= Social discount rate =

Rate used for discounting future benefits or costs to society

Social discount rate (SDR) is the discount rate used in computing the value of funds spent on social projects. Discount rates are used to put a present value on costs and benefits that will occur at a later date. Determining this rate is not always easy and can be the subject of discrepancies in the true net benefit to certain projects, plans and policies. The discount rate is considered as a critical element in cost–benefit analysis when the costs and the benefits differ in their distribution over time, this usually occurs when the project that is being studied is over a long period of time.

== Use in cost–benefit analysis ==
It may be used in estimating the value of creating a highway system, schools, or enforcing environmental protection, for example. All of these things require a cost–benefit analysis where policy makers measure the social marginal cost and the social marginal benefit for each project. Almost all new policies will not even be considered until after a cost–benefit analysis has been completed. The social discount rate can appear in both calculations either as future costs such as maintenance or as future benefits such as reduced pollution emissions.

Calculating the true social marginal cost can be a lot easier than measuring the social marginal benefit. Because of the uncertainty involved with calculating benefits, problems may arise e.g., should a dollar amount be put on time based on average wages, contingent valuations or revealed preferences? One of the big problems today is putting a value on a life. While some might say that a life is priceless, economists usually state the value to be somewhere between three and ten million dollars. Another problem is that because the current generation will often be paying for most of the costs while future generations will be reaping most of the benefit, whether current and future benefits ought to be weighed differently.

The proper discount rate should represent the opportunity cost of what else the firm could accomplish with those same funds. If that means that the money could be instead used to invest in the private sector that would yield 5% and that is the next best alternative for using that money then 5% would be the social discount rate

The US government uses a variety of discount rates but something around 7% is what the US Office of Management and Budget (OMB) recommends for a pretax rate of return on private investments. In the United Kingdom, HM Treasury fixes the social discount rate for the public sector at 3.5%.

== Calculation ==

The SDR is directly analogous to concepts found in corporate finance such as the hurdle rate or the project appropriate discount rate; so the mathematics are identical. The benefit or cost per dollar can be calculated by:

$\ (1/(1+r)^t)$

where r equals the SDR and t equals time. For benefits or costs that have no end and discount starting tomorrow it is just:
$\ (1/r)$

where discounting starts at t=0 it is:
$\ (1+1/r)$

A higher SDR makes it less likely a social project will be funded. A higher SDR implies greater risks to the assumption that the benefits of the project will be reaped. A small increase in the social discount rate can matter enormously for benefits far into the future so it is very important to be as accurate as possible when choosing which rate to use.

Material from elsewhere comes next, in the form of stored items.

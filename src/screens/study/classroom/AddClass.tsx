import { useState } from 'react';
import { useLocation } from 'wouter';
import { addClass, type ClassWish } from '../../../tasks/index.ts';
import { Button } from '../../../ui/Button.tsx';
import { Form } from '../../../ui/Form.tsx';
import { PageHead } from '../../../ui/PageHead.tsx';
import { Sheet } from '../../../ui/Sheet.tsx';
import { useServices } from '../../services.ts';
import { useCurrentStudy } from '../../useCurrentStudy.ts';
import { NotHere } from '../Stored.tsx';
import { useDoing } from '../useDoing.tsx';
import { ClassFields } from './ClassFields.tsx';

/** /study/class/new: a name and a condition, then straight to its children. */
export function AddClass() {
  const { words, deps } = useServices();
  const [, go] = useLocation();
  const study = useCurrentStudy();
  const [wish, setWish] = useState<ClassWish>({ name: '', condition: null });
  const { run, notice, busy } = useDoing();
  if (study === undefined) return <p className="second">{words.common.loading}</p>;
  if (study === null) return <NotHere />;
  const add = async () => {
    const made = await run(addClass(deps, study.id, wish));
    if (made.ok) go(`/study/class/${made.value.id}`);
  };
  return (
    <>
      <PageHead about={study.name} note={words.study.newClassNote}>
        {words.study.newClassTitle}
      </PageHead>
      <Sheet>
        <Form className="stack" onSubmit={add}>
          <ClassFields study={study} value={wish} onChange={setWish} />
          {notice}
          <div className="row">
            <Button type="submit" look="main" disabled={busy}>
              {words.study.addThisClass}
            </Button>
            <a className="button button-quiet" href="#/study">
              {words.common.cancel}
            </a>
          </div>
        </Form>
      </Sheet>
    </>
  );
}
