import type { Classroom } from '../../../model/classroom.ts';
import type { Study } from '../../../model/study.ts';
import { PageHead } from '../../../ui/PageHead.tsx';
import { useServices } from '../../services.ts';
import { NotHere, Stored } from '../Stored.tsx';
import { ChildrenSheet } from './ChildrenSheet.tsx';
import { ClassFacts } from './ClassFacts.tsx';
import { DrawSheet } from './DrawSheet.tsx';
import { SeatsSheet } from './SeatsSheet.tsx';
import { useClass } from './useClass.ts';
import './classPage.css';

/** /study/class/:id: children, draw, seats, and the class's own facts. */
export function ClassPage({ id }: { readonly id: string }) {
  return (
    <Stored answer={useClass(id)}>
      {(found) => (found === null ? <NotHere /> : <Pages classroom={found.classroom} study={found.study} />)}
    </Stored>
  );
}

function Pages({ classroom, study }: { readonly classroom: Classroom; readonly study: Study }) {
  const { words } = useServices();
  return (
    <div className="stack">
      <PageHead
        about={
          <>
            <a href="#/study">{study.name}</a>
            {classroom.condition === null ? '' : ` · ${classroom.condition}`}
          </>
        }
      >
        {words.study.classTitle({
          name: classroom.name,
          children: classroom.children.filter((child) => !child.removed).length,
          chosen: classroom.draw?.chosen.length ?? null,
        })}
      </PageHead>
      <div className="columns">
        <ChildrenSheet classroom={classroom} />
        <div className="stack">
          <DrawSheet classroom={classroom} />
          <SeatsSheet classroom={classroom} />
          <ClassFacts classroom={classroom} study={study} />
        </div>
      </div>
    </div>
  );
}
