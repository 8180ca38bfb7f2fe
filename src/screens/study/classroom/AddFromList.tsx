import { useState } from 'react';
import type { Classroom } from '../../../model/classroom.ts';
import { Button } from '../../../ui/Button.tsx';
import { Check } from '../../../ui/Choice.tsx';
import { TextArea } from '../../../ui/Field.tsx';
import { FileButton } from '../../../ui/FileButton.tsx';
import { useServices, useWords } from '../../services.ts';
import { useListImport } from './useListImport.ts';

/** Lines that were typed or pasted. */
export function AddFromList({ classroom }: { readonly classroom: Classroom }) {
  const { words } = useServices();
  const [lines, setLines] = useState('');
  const [consent, setConsent] = useState(false);
  const { take, notice, busy } = useListImport(classroom);
  return (
    <div className="stack-tight">
      <TextArea
        label={words.study.list}
        hint={words.study.listHint}
        value={lines}
        onChange={(event) => setLines(event.target.value)}
      />
      <Columns />
      <Check label={words.study.consentFromList} checked={consent} onChange={setConsent} />
      {notice}
      <div className="row">
        <Button
          disabled={busy}
          onClick={async () => {
            // What is taken over leaves the field: lines without consent stay nowhere, not even on the screen.
            if (await take({ content: lines, consent })) setLines('');
          }}
        >
          {words.study.takeList}
        </Button>
      </div>
    </div>
  );
}

/** A CSV file of the class. */
export function AddFromFile({ classroom }: { readonly classroom: Classroom }) {
  const { words } = useServices();
  const [consent, setConsent] = useState(false);
  const { take, notice } = useListImport(classroom);
  return (
    <div className="stack-tight">
      <p className="second small">{words.study.fileHint}</p>
      <Columns />
      <Check label={words.study.consentFromList} checked={consent} onChange={setConsent} />
      {notice}
      <div className="row">
        <FileButton
          accept=".csv,.txt,text/csv,text/plain"
          onFiles={async ([file]) => {
            if (file === undefined) return;
            await take({ name: file.name, content: new Uint8Array(await file.arrayBuffer()), consent });
          }}
        >
          {words.study.takeFile}
        </FileButton>
      </div>
    </div>
  );
}

/** What a list may say of a child beside its pseudonym, each with an example. */
function Columns() {
  const { study } = useWords();
  const columns = [
    [study.columnConsent, study.columnConsentText],
    [study.columnStratum, study.columnStratumText],
    [study.columnSeat, study.columnSeatText],
  ];
  return (
    <dl className="list-columns second small">
      {columns.map(([name, text]) => (
        <div key={name}>
          <dt>{name}</dt>
          <dd>{text}</dd>
        </div>
      ))}
    </dl>
  );
}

Frank Ramsey's social discount rate is calculated as follows:

$r = d + ng$,
where $d$ is time preference, $n$ is the elasticity of marginal utility of consumption and $g$ is the growth rate.

There is a strong case for factoring in the equity issue when discounting benefits and costs of intergenerational projects such as those designed to combat climate change and environmental degradation.

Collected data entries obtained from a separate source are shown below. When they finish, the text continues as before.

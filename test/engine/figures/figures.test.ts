import { describe, expect, it } from 'vitest';
import { figuresOf } from '../../../functions/engine/figures/Entry';
import { antilogFigures, logFigures } from '../../../functions/engine/figures/logFigures';
import { productFigures } from '../../../functions/engine/figures/productFigures';
import { readEntry } from '../../../functions/engine/figures/readEntry';
import { sumFigures } from '../../../functions/engine/figures/sumFigures';
import { seeded } from '../formula/crosscheck/seeded';

const read = (...entries: (number | string)[]) => entries.map((e) => readEntry(e));

// All rules here are common practice.
describe('figures of an entry', () => {
  it.each([
    ['12.10', 4], ['0.0120', 3], ['1.200e3', 4], ['1200', 2], ['1200.', 4], ['1.2E-5', 2], ['-7', 1], ['12,10', 4], ['0,50', 2], ['10 000.0', 6], ['−3.00', 3],
    [12.1, 3], [1200, 2], [0.1 + 0.2, 1], ['100.0', 4], ['3 exact', Infinity], ['.50', 2], ['0', 0], ['0.00', 0], ['1234,5', 5], ['0,125', 3],
  ])('%s: %d', (entry, count) => expect(figuresOf(readEntry(entry))).toBe(count));

  it('takes a count that came with an unrounded value', () => {
    expect(figuresOf(readEntry(31.123, 3))).toBe(3);
    expect(figuresOf(readEntry(2, Infinity))).toBe(Infinity);
    expect(() => readEntry(2, 1.5)).toThrow('needs a whole number of figures, at least 1, got 1.5');
    expect(() => readEntry(0, 1)).toThrow('got 0');
  });

  it.each(['1,200', 'abc', '1.2.3', '', '12 mg', '<0.5', '1e', '1,200.5'])('"%s" is refused', (text) => expect(() => readEntry(text)).toThrow(/^readEntry needs .* got "/));
});

describe('sums keep the coarsest decimal place', () => {
  it.each([
    [['12.11', '18.0', '1.013'], '31.1'], [['1200', '35'], '1.2e3'], [['100.0', '-99.9'], '0.1'], [['2.5', '0.05'], '2.6'], [['2.45', '0.0', '0.00'], '2.4'],
    [['2.5', '3 exact'], '5.5'], [['3 exact', '4 exact'], '7'], [['9.96', '0.1'], '10.1'], [['1.005', '1.00'], '2.00'], [['5', '5'], '1.0e1'], [['1.50', '-1.5'], '0.0'],
  ] as const)('%j: %s', (entries, text) => expect(sumFigures(read(...entries)).text).toBe(text));

  it('keep the unrounded value and its figures for the next step', () => {
    const first = sumFigures(read('12.11', '18.0', '1.013'));
    expect(first).toEqual({ text: '31.1', unrounded: 31.123, figures: 3 });
    // 31.123 × 2.000 = 62.246: three figures; rounding in between would give 62.2 as well, 31.15 × … would not
    expect(productFigures([readEntry(first.unrounded, first.figures), readEntry('2.000')], []).text).toBe('62.2');
    const second = sumFigures(read('1.04', '0.409')); // 1.449, so 1.45
    expect(second).toMatchObject({ text: '1.45', unrounded: 1.449, figures: 3 });
    expect(productFigures([readEntry(second.unrounded, second.figures)], [readEntry('1 exact')]).text).toBe('1.45');
  });
});

describe('products keep the fewest figures', () => {
  it.each([
    [['4.56', '1.4'], [], '6.4'], [['2.0'], ['3.00'], '0.67'], [['1.00'], ['3 exact'], '0.333'], [['2.5', '2 exact'], [], '5.0'], [['9.96'], ['1.0'], '1.0e1'],
    [['1.5', '1.5'], [], '2.2'], [['-4.50'], ['1.5'], '-3.0'], [['6.0e23', '2.00'], [], '1.2e24'], [['2.5'], ['1e6'], '2e-6'], [['1.0'], ['8.0'], '0.12'],
    [['2 exact'], ['4 exact'], '0.5'], [['350'], ['2.000'], '1.8e2'],
  ] as const)('%j over %j: %s', (entries, divisors, text) => expect(productFigures(read(...entries), read(...divisors)).text).toBe(text));

  it('refuse zeros', () => expect(() => productFigures(read('1.0', '0.0'), [])).toThrow('needs numbers other than 0'));

  it('are what plain arithmetic gives, to half a unit of the last figure (seeded)', () => {
    const draws = seeded(77);
    for (let i = 0; i < 500; i++) {
      const [a, b, c] = [1, 2, 3].map(() => draws.between(1, 10).toFixed(Math.floor(draws.between(1, 5))));
      const { text, unrounded, figures } = productFigures(read(a, b), read(c));
      const plain = (Number(a) * Number(b)) / Number(c);
      expect(Math.abs(unrounded / plain - 1)).toBeLessThan(1e-15);
      expect(figures).toBe(Math.min(...[a, b, c].map((x) => x.replace('.', '').length)));
      expect(figuresOf(readEntry(text))).toBe(figures);
      expect(Math.abs(Number(text) / plain - 1)).toBeLessThanOrEqual(0.5001 * 10 ** (1 - figures));
    }
  });
});

describe('logarithms', () => {
  it('have as many decimal places as the entry has figures, and back', () => {
    expect(logFigures(readEntry('3.2e-4')).text).toBe('-3.49');
    expect(logFigures(readEntry('1.000')).text).toBe('0.0000');
    expect(logFigures(readEntry('100 exact')).text).toBe('2');
    expect(antilogFigures(readEntry('-3.49')).text).toBe('0.00032');
    expect(antilogFigures(readEntry('-7.00')).text).toBe('1.0e-7');
    expect(antilogFigures(readEntry('2.301')).text).toBe('2.00e2');
    expect(() => antilogFigures(readEntry('7'))).toThrow('needs an entry with decimal places');
    expect(() => logFigures(readEntry('-1.0'))).toThrow('needs a number above 0');
  });
});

The social discount rate is a reflection of a society's relative valuation on today's well-being versus well-being in the future. The appropriate selection of a social discount rate is crucial for cost–benefit analysis, and has important implications for resource allocations. There is wide diversity in social discount rates, with developed nations typically applying a lower rate (3–7%) than developing nations (8–15%).

The subject of a social discount rate, always a source of fierce debate between economists, has become highly controversial since the publication of the Stern Review on the Economics of Climate Change. The publication exploded on the global warming scene in 2006 with its dire warning that global gross domestic product (GDP) was at future risk of a 20% reduction if there was a failure to invest 1% of world GDP now to reduce global warming. The Review did not use a single discount rate, but applied a stochastic approach whereby the discount rate varied with the expected outcomes, reflecting the interaction between growth and the elasticity of marginal utility, in line with Frank Ramsey's growth model. However, critics questioned the findings on the basis that they were partly obtained using an extremely low pure time preference rate of 0.1% in economic modeling.

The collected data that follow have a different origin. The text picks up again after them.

def reduce_bubble(
    powers: tuple[int, int],
    dimension: int = 4,
    *,
    kinematics: str = "general",
    master_dimension: int | None = None,
    propagator_sign: str = "minkowski",
) -> Reduction:
    """Write B(n1, n2) as a combination of tadpoles A(1) and the bubble B(1, 1), exactly.

    Parameters
    ----------
    powers
        Integers from -12 to 12.
    dimension
        d0, an integer from 1 to 20.  The symbol `d` in the coefficients is d0 - 2 eps.
    kinematics
        A name of `Kinematics`.  Special kinematics have fewer masters: at threshold, at
        pseudothreshold, on shell and at p^2 = 0 there are only tadpoles, without masses only B(1, 1).
    master_dimension
        The d0 of all masters, of the same parity as `dimension`; by default 4 for even and 3 for
        odd dimensions.
    propagator_sign
        "minkowski" or "euclidean", as for `loopint.bubble`.

    Returns
    -------
    Reduction
        With `masters` and `coefficients`.

    Raises
    ------
    InputError
        For an argument outside the ranges above.
    UnsupportedIntegralError
        For powers beyond +-12.

    Notes
    -----
    A coefficient can have a pole at eps = 0; then the masters are needed to a higher order.  In the
    degenerate kinematics the value is the one of dimensional regularisation exactly there.

    Examples
    --------
    The derivative of a massless bubble with respect to p^2, from its dimension:

    >>> reduce_bubble((2, 2), 6, kinematics="both_massless")
    B^(d)(2, 2), d = 6 - 2 eps, kinematics both_massless, propagator_sign minkowski
      = B^(d-2)(1, 1) * [ (d - 6)/(2*p_squared) ]
    >>> reduction = reduce_bubble((1, 1), kinematics="threshold")
    >>> [str(master) for master in reduction.masters]
    ['A1^(d)(1)', 'A2^(d)(1)']
    >>> reduction.coefficients[reduction.masters[0]]
    (d - 2)/(2*m1*(d - 3)*(m1 + m2))
    """
    chosen = _check_kinematics(kinematics)
    sign = _check_sign(propagator_sign)
    n1, n2 = _check_powers(powers)
    _check_dimension("dimension", dimension)
    if master_dimension is None:
        master_dimension = 3 if dimension % 2 else 4
    _check_dimension("master_dimension", master_dimension)
    if (dimension - master_dimension) % 2:
        raise InputError(
            f"master_dimension = {master_dimension} with dimension = {dimension}; accepted: two "
            "even or two odd dimensions"
        )
    return _reduce(n1, n2, dimension, chosen, master_dimension, sign)


def _check_kinematics(kinematics: str) -> Kinematics:
    try:
        return Kinematics(kinematics)
    except ValueError:
        raise InputError(
            f"kinematics = {kinematics!r} is unknown; accepted: {', '.join(Kinematics)}"
        ) from None


def _check_sign(propagator_sign: str) -> PropagatorSign:
    try:
        return PropagatorSign(propagator_sign)
    except ValueError:
        raise InputError(
            f"propagator_sign = {propagator_sign!r} is unknown; "
            f"accepted: {', '.join(PropagatorSign)}"
        ) from None


def _check_powers(powers: object) -> tuple[int, int]:
    if (
        not isinstance(powers, tuple | list)
        or len(powers) != 2
        or any(isinstance(n, bool) or not isinstance(n, int) for n in powers)
    ):
        raise InputError(f"powers = {powers!r}; accepted: two integers, such as (2, 1)")
    if any(abs(n) > MAX_POWER for n in powers):
        raise UnsupportedIntegralError(
            f"powers = {powers!r}; accepted: integers from -{MAX_POWER} to {MAX_POWER}"
        )
    return powers[0], powers[1]


def _check_dimension(name: str, dimension: object) -> None:
    if (
        isinstance(dimension, bool)
        or not isinstance(dimension, int)
        or not 1 <= dimension <= MAX_DIMENSION
    ):
        raise InputError(f"{name} = {dimension!r}; accepted: an integer from 1 to {MAX_DIMENSION}")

There is no consensus among economists and, according to the survey, no "one-size-fits-all" solution to the choice of social discount rate, owing to national variations. A regular reassessment and readjustment of the social discount rate used by each country is therefore required.

== Differences between private and social ==

There are a number of qualitative differences between social and corporate discount rates and evaluation of projects associated with them. The governance of social project funding is different naturally, because estimating the benefits of social projects requires making ethically subtle choices about the benefits to others. For example, if it was presumed that a meteor will wipe out all life in a few years the SDR after the event is infinitely high. Alternately if we presume that the population will have many new and wonderful choices capturing benefits (i.e. they will be more wealthy) in the future that too raises the SDR of creating any given benefit. For example, choices about the SDR of environmental protection projects, such as funding the reduction of global warming, place a greater valuation on future generations.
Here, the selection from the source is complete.